=== Task directions ===
Give back, exactly and with nothing added, the lines that run from the one containing "def degree(self) ->" to the final line below.

Stored items:

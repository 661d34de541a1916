"""Readable exact equations in the table's own invariants.

A fitted separator is a vector of floats in standardized units; a mathematician wants
``2*a - b >= 3`` and the list of objects that break it. This module turns separators (linear,
degree-2 polynomial kernel, or a sparse quadratic stand-in for an RBF machine) and regressions
into equations with small rational coefficients, re-chooses the constant exactly on every row,
and verifies the result row by row.

Everything works on plain numpy arrays: ``X`` holds one row per object and one column per
feature in the table's own units (not scaled). Columns whose values are integers, or decimals
with at most six digits after the point, are evaluated exactly in integer arithmetic (int64 when
the magnitudes allow it, Python integers otherwise); anything else is evaluated in floating
point and the equation's notes say so.
"""

from __future__ import annotations

import itertools
import math
import warnings
from collections import Counter
from collections.abc import Mapping, Sequence
from dataclasses import dataclass, field
from fractions import Fraction
from typing import Any

import numpy as np

from analysis.errors import StepError
from analysis.notes import Note, note_code

__all__ = [
    "Formula",
    "LinearEquation",
    "PolynomialEquation",
    "QuadraticForm",
    "Term",
    "choose_constant",
    "expand_poly2",
    "find_formula",
    "find_linear_equation",
    "one_vs_rest_equations",
    "poly2_equation",
    "surrogate_quadratic",
]

# Integer arithmetic stays in int64 while every intermediate is below this bound.
_INT64_SAFE = 2**62
# Coefficients larger than this after clearing denominators are not "readable" any more.
_MAX_HEIGHT = 10**6
# Decimals with more digits than this are treated as real numbers, not exact values.
_MAX_DECIMALS = 6
# Rows given to each linear program; larger samples make HiGHS slow on overlapping classes.
_LP_ROWS = 1500
# Rows used to fit the L1-logistic path (it proposes supports; the rest uses more rows).
_PATH_ROWS = 5000
# Multiples of the smallest useful C along the L1-logistic path. Past a few hundred the fits
# are nearly unpenalized, take many times longer and add supports the refits already cover.
_PATH_FACTORS = (1.2, 3, 10, 30, 100, 300)
# Rows used to fit the sparse path in the degree-2 feature space.
_QUADRATIC_PATH_ROWS = 5000
# Supports (sets of features) refitted one by one.
# The 1-norm programmes on every feature: their penalties, in rows' worth of hinge loss.
_PENALTY_SCALES = (0.01, 0.3)
_MAX_SUPPORTS = 16
# Rows used to rank every rounded candidate, candidates kept for ranking on the whole sample,
# and candidates checked exactly on every row.
_RANKING_ROWS = 1000
_SHORTLIST = 100
_FINALISTS = 10
# Largest support tried term by term when thinning a fitted direction.
_TRUNCATION_TERMS = 8


# ----------------------------------------------------------------------------------------------
# Results
# ----------------------------------------------------------------------------------------------


@dataclass(frozen=True)
class Term:
    """One term of an equation: ``coef`` times a feature (or a product of features).

    ``factors`` is empty for a plain feature; for a degree-2 monomial it names the two
    features multiplied (``("a", "b")`` for ``a*b``, ``("a", "a")`` for ``a^2``).
    """

    feature: str
    coef: Fraction
    factors: tuple[str, ...] = ()

    @property
    def degree(self) -> int:
        """Number of features multiplied in this term (1 for a plain feature)."""
        return len(self.factors) or 1

    def factor_names(self) -> tuple[str, ...]:
        """The features multiplied in this term (the feature itself for a plain term)."""
        return self.factors or (self.feature,)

=== Solution ===
    def degree(self) -> int:
        """Number of features multiplied in this term (1 for a plain feature)."""
        return len(self.factors) or 1

    def factor_names(self) -> tuple[str, ...]:
        """The features multiplied in this term (the feature itself for a plain term)."""
        return self.factors or (self.feature,)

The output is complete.